Reviewing a Johnny Griffin performance in Down Beat in 1958, Ralph J. Gleason wrote: 'Unquestionably, Johnny Griffin can play the tenor saxophone faster, literally, than anyone else alive. At least, he can claim this until it's demonstrated otherwise. And in the course of playing with this incredible speed, he also manages to blow longer without refuelling than you would ordinarily consider possible. With this equipment, he is able to play almost all there could possibly be played in any given chorus.'


Commenting on Gleason's statement in his note for the March 1967 Black Lion album, The Man I Love, Alun Morgan observed:


As far as it goes, Gleason's words are probably correct, (In the absence of a jazz section to the Guinness Book of Records, we must assume Griffin's leading position in the field of runners in the Semi-Quaver Race.) But it would be wrong to assume that John Arnold Griffin III was nothing more than a note-producing machine. He is an amazingly consistent soloist, a man who is never off form by all accounts; undeniably he likes fast tempos but is a complete, rounded jazz musician, capable of tackling any material. Since he came to Europe in 1962, at the age of thirty-four, he has been giving free lessons on the gentle arts of relaxation, saxophone technique, deep-seated emotional intensity and a host of other important elements to thousands of listeners in Paris, London, Copenhagen and any other centers where jazz is appreciated.'


Johnny Griffin is not particularly disturbed by being called, 'the fastest gun in the west'. He says, 'I like to play fast. I get excited, and I have to sort of control myself, restrain myself. But when the rhythm section gets cooking, I want to explode.' He told Israeli journalist Ben Shalev in December 2005: 'I don't care at all if they describe me like that. It's definitely not insulting, and if it's good publicity, why not? After all, it's just a label. It's like there was a period when they called me 'the little giant'. There's no need to take those descriptions too seriously. As far as I'm concerned, they can call me 'the big midget'.'


Whatever fanciful appellation is used to describe him, there is absolutely no doubt that Johnny Griffin is one of the supreme masters of the tenor saxophone - an uncompromising swinger whose energy and creative vitality are unsurpassed.

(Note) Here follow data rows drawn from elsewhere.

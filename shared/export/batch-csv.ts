/**
 * A batch's results as CSV (RFC 4180, through the ranking table's field writer, which keeps each
 * title on one line and neutralises what a spreadsheet would run as a formula): one row per
 * proposal (one per spec of an import), with the figures of the recommended option, or of the
 * first-ranked option when none passes. SI units in the headers, figures at the precision the
 * page shows, the rejection's kind beside it (single-ended or differential, outputRejection), the
 * state in the app's words; figures are estimates to confirm by simulation and bench measurement.
 */
import { outputRejection } from '../engine/output-rejection';
import type { RecommendResult } from '../engine/recommend';
import { STATE_WORDS, type ProposalState } from '../workflow/proposal-states';
import { csvField, toDecimals, toSignificant } from './ranking-csv';

/** What the table needs of one proposal. */
export interface BatchResultInput {
  specTitle: string;
  specVersion: number;
  proposalId: number;
  status: string;
  result: RecommendResult;
}

export const BATCH_CSV_HEADER = [
  'spec_title',
  'spec_version',
  'proposal_id',
  'state',
  'recommended_topology',
  'figures_of_topology',
  'passes',
  'rejection_db',
  'rejection_kind',
  'tail_current_a',
  'gain_v_per_v',
  'power_worst_w',
] as const;

/** A state as the app names it ("Awaiting review"); a state the app does not know, as stored. */
function stateWords(status: string): string {
  return STATE_WORDS[status as ProposalState] ?? status;
}
/** The option whose figures a row shows: the recommended one, else the first ranked. */
function shownOption(result: RecommendResult) {
  return result.options.find((o) => o.topology === result.recommended) ?? result.options.find((o) => o.rank === 1) ?? result.options[0];
}

/** One row per proposal, in the order given, with the header row. */
export function batchResultsCsv(items: readonly BatchResultInput[]): string {
  const rows: string[] = [BATCH_CSV_HEADER.join(',')];
  for (const item of items) {
    const option = shownOption(item.result);
    const values = [
      item.specTitle,
      item.specVersion,
      item.proposalId,
      stateWords(item.status),
      item.result.recommended ?? '',
      option?.topology,
      option?.passes,
      toDecimals(option?.rejectionDb, 1),
      option?.figures ? outputRejection(option.figures).kind : '',
      toSignificant(option?.predicted?.tailCurrentA),
      toSignificant(option?.figures?.gainPredicted),
      toSignificant(option?.figures?.powerWorstW),
    ];
    rows.push(values.map(csvField).join(','));
  }
  return `${rows.join('\r\n')}\r\n`;
}
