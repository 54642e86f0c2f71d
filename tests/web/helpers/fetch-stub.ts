/**
 * fetch for component tests: the test answers the requests it expects; any other request is
 * recorded, answered 599, and fails the test when it ends (the app turns fetch errors into
 * messages, so an error alone would not). Call `useFetchStub` or `useMockedApi` at the top of a
 * test file: they register their own beforeEach/afterEach (the afterEach also cleans up the DOM).
 */
import { cleanup } from '@testing-library/react';
import { afterEach, beforeEach, expect, vi } from 'vitest';

export interface SentRequest {
  method: string;
  path: string;
  /** "METHOD /path", as the tests name routes. */
  key: string;
  /** The JSON body parsed, when the body was a string. */
  body: unknown;
  headers: Record<string, string>;
}

export type Answer = (request: SentRequest, init: RequestInit | undefined) => Response | undefined | Promise<Response | undefined>;

export interface FetchStub {
  /** Every request of the current test, in order. */
  sent: SentRequest[];
  /** The requests nobody answered ("METHOD /path"). */
  unmocked: string[];
}

export const json = (status: number, body: unknown) => new Response(JSON.stringify(body), { status, headers: { 'Content-Type': 'application/json' } });

export function useFetchStub(answer: Answer): FetchStub {
  const stub: FetchStub = { sent: [], unmocked: [] };
  beforeEach(() => {
    stub.sent = [];
    stub.unmocked = [];
    vi.stubGlobal('fetch', async (input: RequestInfo | URL, init?: RequestInit) => {
      const method = init?.method ?? 'GET';
      const path = String(input);
      const body = typeof init?.body === 'string' ? (JSON.parse(init.body) as unknown) : undefined;
      const request: SentRequest = { method, path, key: `${method} ${path}`, body, headers: (init?.headers ?? {}) as Record<string, string> };
      stub.sent.push(request);
      const answered = await answer(request, init);
      if (answered) return answered;
      stub.unmocked.push(request.key);
      return json(599, { error: 'not mocked' });
    });
  });
  afterEach(() => {
    cleanup();
    vi.unstubAllGlobals();
    expect(stub.unmocked, 'requests nobody mocked').toEqual([]);
  });
  return stub;
}

export interface MockedAnswer {
  status: number;
  body: unknown;
}

export interface MockedApi extends FetchStub {
  /** Answers by "METHOD /path"; each test starts with only `GET /api/auth/csrf` (token "csrf-token"). */
  routes: Record<string, MockedAnswer>;
}

/** `useFetchStub` answering from a table the test fills in. */
export function useMockedApi(): MockedApi {
  let routes: Record<string, MockedAnswer> = {};
  const stub = useFetchStub((request) => {
    const mocked = routes[request.key];
    return mocked && json(mocked.status, mocked.body);
  });
  beforeEach(() => {
    routes = { 'GET /api/auth/csrf': { status: 200, body: { token: 'csrf-token' } } };
  });
  return {
    get sent() {
      return stub.sent;
    },
    get unmocked() {
      return stub.unmocked;
    },
    get routes() {
      return routes;
    },
  };
}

One of the salient characteristics of Griffin's improvisational style is his predilection for decorating his solos with phrases borrowed from well-known, and predominantly unlikely, compositions. On a live recording made with Sal Nistico and Roman Schwaller m Munich in 1985 (Three Generations of Tenor Saxophone, JHM Records), the Little Giant managed to include in his solos extracts from 'The Yellow Rose of Texas', a Chopin 'Polonaise', Charlie Parker's 'Cool Blues', 'The Surrey with the Fringe on Top', Mendelssohn's 'Wedding March', 'The Foggy, Foggy Dew', 'The Kerry Dancers', Thelonious Monk's 'Rhythm-a-ning', 'Mairzy Doats', 'Turkey in the Straw' and 'Rhapsody in Blue' !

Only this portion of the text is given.